TASK MATERIAL:

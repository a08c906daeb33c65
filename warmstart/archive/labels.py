"""Studies by label: filters (learner, owner, tags, date, task), tags and
owner, and pruning (planned first, then applied in one transaction).

Re-exported by :mod:`warmstart.archive.curate`, the module the commands use.
"""

from __future__ import annotations

import json
import uuid
from dataclasses import dataclass
from datetime import datetime
from typing import Any, Callable, Iterable, Mapping

import pandas as pd

from warmstart.archive.sql import fetch, rows_changed
from warmstart.archive.store import Archive
from warmstart.errors import ArchiveError

__all__ = ["filter_studies", "PrunePlan", "plan_prune", "apply_prune", "PRUNE_STEPS", "label_study"]


def _parse_date(value: Any) -> datetime:
    if isinstance(value, datetime):
        stamp = pd.Timestamp(value)
    else:
        try:
            stamp = pd.Timestamp(datetime.fromisoformat(str(value).strip()))
        except ValueError:
            raise ArchiveError(
                f"date {value!r} is not a date; use ISO 8601, e.g. 2026-01-31 or 2026-01-31T12:00"
            ) from None
    if stamp.tzinfo is not None:
        stamp = stamp.tz_convert("UTC").tz_localize(None)
    return stamp.to_pydatetime()


def filter_studies(
    frame: pd.DataFrame,
    learner: str | None = None,
    owner: str | None = None,
    tags: Mapping[str, str] | None = None,
    before: Any = None,
    task: str | None = None,
) -> pd.DataFrame:
    """Rows of ``Archive.studies()`` that match every filter given.

    Parameters
    ----------
    frame : pandas.DataFrame
        From :meth:`Archive.studies`.
    learner, owner, task : str, optional
        Exact matches.
    tags : mapping, optional
        Every ``key: value`` must be among the study's tags.
    before : str or datetime, optional
        Studies created before this moment (ISO 8601; naive = UTC).
    """
    keep = pd.Series(True, index=frame.index)
    if learner is not None:
        keep &= frame["learner"] == learner
    if owner is not None:
        keep &= frame["owner"] == owner
    if task is not None:
        keep &= frame["task"] == task
    if tags:
        want = {str(k): str(v) for k, v in tags.items()}
        keep &= frame["tags"].map(lambda t: all(t.get(k) == v for k, v in want.items()))
    if before is not None:
        keep &= frame["created_at"] < _parse_date(before)
    return frame[keep.astype(bool)]


@dataclass(frozen=True)
class PrunePlan:
    """What :func:`apply_prune` will remove.

    Attributes
    ----------
    studies : pandas.DataFrame
        The studies touched: study_id, task, learner, owner, tags, created_at,
        trial_count, remove (trials that go), emptied (the study goes too).
    failed_only : bool
        Only failed trials go (studies left with no trials go too).
    """

    studies: pd.DataFrame
    failed_only: bool

    @property
    def trial_count(self) -> int:
        """Trials that go."""
        return int(self.studies["remove"].sum()) if len(self.studies) else 0

    @property
    def n_studies(self) -> int:
        """Studies that go."""
        return int(self.studies["emptied"].sum()) if len(self.studies) else 0


def plan_prune(
    archive: Archive,
    failed: bool = False,
    before: Any = None,
    learner: str | None = None,
    tags: Mapping[str, str] | None = None,
    owner: str | None = None,
) -> PrunePlan:
    """Work out what a prune would remove; change nothing.

    Study filters (``before``, ``learner``, ``tags``, ``owner``) combine with
    AND and select whole studies; with ``failed`` only the failed trials of
    the selected studies (all studies when no study filter is given) go.

    Raises
    ------
    ArchiveError
        When no filter is given, or a date cannot be read.
    """
    if not (failed or before is not None or learner is not None or tags or owner is not None):
        raise ArchiveError(
            "say what to prune: failed trials (--failed), studies created before a date (--before 2026-01-31), "
            "of a learner (--learner), with a tag (--tag KEY=VALUE) or of an owner (--owner)"
        )
    frame = filter_studies(archive.studies(), learner=learner, owner=owner, tags=tags, before=before)
    counts = archive.con.execute(
        "SELECT study_id, count(*) FILTER (WHERE status = 'failed') AS n_failed FROM trials GROUP BY study_id"
    ).df()
    frame = frame.merge(counts, on="study_id", how="left")
    frame["n_failed"] = frame["n_failed"].fillna(0).astype("int64")
    if failed:
        frame = frame[frame["n_failed"] > 0].copy()
        frame["remove"] = frame["n_failed"]
    else:
        frame = frame.copy()
        frame["remove"] = frame["trial_count"].astype("int64")
    frame["emptied"] = frame["remove"] >= frame["trial_count"]
    cols = ["study_id", "task", "learner", "owner", "tags", "created_at", "trial_count", "remove", "emptied"]
    return PrunePlan(frame[cols].reset_index(drop=True), failed_only=bool(failed))


#: the steps of :func:`apply_prune`, in order (names a progress display shows)
PRUNE_STEPS = ("deleting trials", "deleting studies", "deleting leases")


def apply_prune(archive: Archive, plan: PrunePlan,
                progress: Callable[[str], None] | None = None) -> tuple[int, int]:
    """Remove what ``plan`` lists, in one transaction; returns (trials, studies) removed.

    ``progress`` is called with each name of :data:`PRUNE_STEPS` as it starts.
    """
    if plan.studies.empty:
        return 0, 0
    step = progress or (lambda name: None)
    view = f"_prune_{uuid.uuid4().hex}"
    ids = pd.DataFrame({"study_id": plan.studies["study_id"].astype("int64")})
    with archive.transaction() as con:
        con.register(view, ids)
        try:
            status = " AND status = 'failed'" if plan.failed_only else ""
            step(PRUNE_STEPS[0])
            trials = rows_changed(archive.con, f"DELETE FROM trials WHERE study_id IN (SELECT study_id FROM {view}){status}")
            step(PRUNE_STEPS[1])
            studies = rows_changed(archive.con,
                f"DELETE FROM studies WHERE study_id IN (SELECT study_id FROM {view}) "
                "AND study_id NOT IN (SELECT study_id FROM trials)",
            )
            step(PRUNE_STEPS[2])
            # the service's leases go with what they name: every lease of a study removed, and the
            # recorded leases of the failed trials removed (pending leases of a study kept stay)
            con.execute(
                f"DELETE FROM leases WHERE study_id IN (SELECT study_id FROM {view}) AND "
                "(study_id NOT IN (SELECT study_id FROM studies) OR "
                "(state = 'recorded' AND status = 'failed' AND ?))", [plan.failed_only])
        finally:
            con.unregister(view)
    return trials, studies


def label_study(
    archive: Archive,
    study: int,
    tags: Mapping[str, str] | None = None,
    owner: str | None = None,
    remove: Iterable[str] = (),
) -> dict:
    """Set tags and/or the owner of a study (one transaction).

    Parameters
    ----------
    study : int
        Study id.
    tags : mapping, optional
        Tags to set (added to, or replacing the value of, existing keys).
    owner : str, optional
        New owner; ``""`` clears it; None leaves it as it is.
    remove : iterable of str
        Tag keys to remove (an unknown key is an error naming the known ones).

    Returns
    -------
    dict
        ``{"study_id", "owner", "tags"}`` after the change.
    """
    rows = fetch(archive.con, "SELECT tags, owner FROM studies WHERE study_id = ?", [int(study)])
    if not rows:
        raise ArchiveError(f"no study with id {study} in {archive.path}; `warmstart studies` lists them")
    current = json.loads(rows[0][0]) if rows[0][0] else {}
    for key in remove:
        if key not in current:
            raise ArchiveError(f"study {study} has no tag {key!r}; its tags are {sorted(current)}")
        del current[key]
    for key, value in (tags or {}).items():
        if not isinstance(key, str) or not key:
            raise ArchiveError(f"tag keys must be non-empty strings, got {key!r}")
        current[key] = str(value)
    new_owner = rows[0][1] if owner is None else (owner or None)
    with archive.transaction() as con:
        con.execute(
            "UPDATE studies SET tags = ?, owner = ? WHERE study_id = ?",
            [json.dumps(current, sort_keys=True), new_owner, int(study)],
        )
    return {"study_id": int(study), "owner": new_owner, "tags": current}
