def _costs_and_times(frame: pd.DataFrame, columns: list[str], where: str) -> dict[str, Any]:
    """``cost_s`` (seconds >= 0) and ``started_at``/``finished_at`` (UTC, naive); missing when not given."""
    n = len(frame)
    out: dict[str, Any] = {}
    if "cost_s" in columns:
        cost = _numeric(frame["cost_s"], where, "cost_s", "cost_s is the trial's cost in seconds (a number >= 0)")
        bad = ~np.isnan(cost) & ((cost < 0) | np.isinf(cost))
        if bad.any():
            row = int(_rows(bad)[0])
            raise _fail(where, row, "cost_s", frame["cost_s"].iloc[row], "is not a cost in seconds (a finite number >= 0)")
        out["cost_s"] = cost
    else:
        out["cost_s"] = np.full(n, np.nan)
    for name in ("started_at", "finished_at"):
        if name in columns:
            raw = frame[name]
            stamps = pd.to_datetime(raw, errors="coerce", utc=True, format="mixed")
            bad = (stamps.isna() & raw.notna()).to_numpy()
            if bad.any():
                row = int(_rows(bad)[0])
                raise _fail(where, row, name, raw.iloc[row], "is not a date-time (use ISO 8601, e.g. 2026-03-01T12:00:00)")
            out[name] = stamps.dt.tz_convert(None).astype("datetime64[us]")
        else:
            out[name] = pd.Series(pd.NaT, index=range(n), dtype="datetime64[us]")
    return out


def _error_texts(frame: pd.DataFrame, columns: list[str], finite: np.ndarray) -> np.ndarray:
    """The error text of each trial; a trial without a finite score says so when it has none."""
    if "error" in columns:
        given = frame["error"]
        errors = given.astype("string").astype(object).to_numpy().copy()
        errors[pd.isna(given).to_numpy()] = None
    else:
        errors = np.full(len(frame), None, dtype=object)
    errors[~finite & pd.isna(errors)] = "score is missing or not finite"
    return errors
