-- warmstart archive schema, version 2: what the team service (`warmstart serve`) keeps
-- between requests, so that it survives a restart or a kill -9.
-- Applied by warmstart.archive.store in the same transaction as any earlier step when an
-- archive is opened for writing; the tables of version 1 are not touched, so a version-1
-- reader never needs these.

-- A lease is a proposed config handed to one worker: a pending trial with an id (the
-- "trial id" clients name when they record) and an expiry. Once recorded it keeps the
-- trial's number in its study; an expired lease's config may be proposed again.
CREATE SEQUENCE trial_ids START 1;
CREATE TABLE leases (
    trial_id   BIGINT    NOT NULL,
    study_id   BIGINT    NOT NULL,
    config     VARCHAR   NOT NULL,  -- canonical JSON of the config (sorted keys, no spaces)
    owner      VARCHAR,
    created_at TIMESTAMP NOT NULL,
    expires_at TIMESTAMP NOT NULL,
    state      VARCHAR   NOT NULL CHECK (state IN ('pending', 'recorded', 'expired')),
    number     INTEGER,             -- the trial's number in its study, once recorded
    status     VARCHAR   CHECK (status IS NULL OR status IN ('ok', 'failed')),
    score      DOUBLE,
    recorded_at TIMESTAMP
);
-- A write request that carried a client request id, with the answer it got: a retry with
-- the same id gets the same answer and writes nothing. Written in the transaction of the
-- write itself.
CREATE TABLE requests (
    principal   VARCHAR   NOT NULL,  -- token name ('' without tokens)
    request_id  VARCHAR   NOT NULL,
    route       VARCHAR   NOT NULL,
    body_sha256 VARCHAR   NOT NULL,
    status      INTEGER   NOT NULL,
    response    VARCHAR   NOT NULL,
    created_at  TIMESTAMP NOT NULL,
    PRIMARY KEY (principal, request_id)
);
-- Finished gain replays run by the service (the web page shows the latest).
CREATE SEQUENCE gain_report_ids START 1;
CREATE TABLE gain_reports (
    report_id  BIGINT    NOT NULL,
    created_at TIMESTAMP NOT NULL,
    owner      VARCHAR,
    options    VARCHAR   NOT NULL,
    result     VARCHAR   NOT NULL
);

ACTIVITY: Reproduce each line of the material in which the string "proposed" occurs.

WRITTEN SOLUTION:
-- A lease is a proposed config handed to one worker: a pending trial with an id (the
-- trial's number in its study; an expired lease's config may be proposed again.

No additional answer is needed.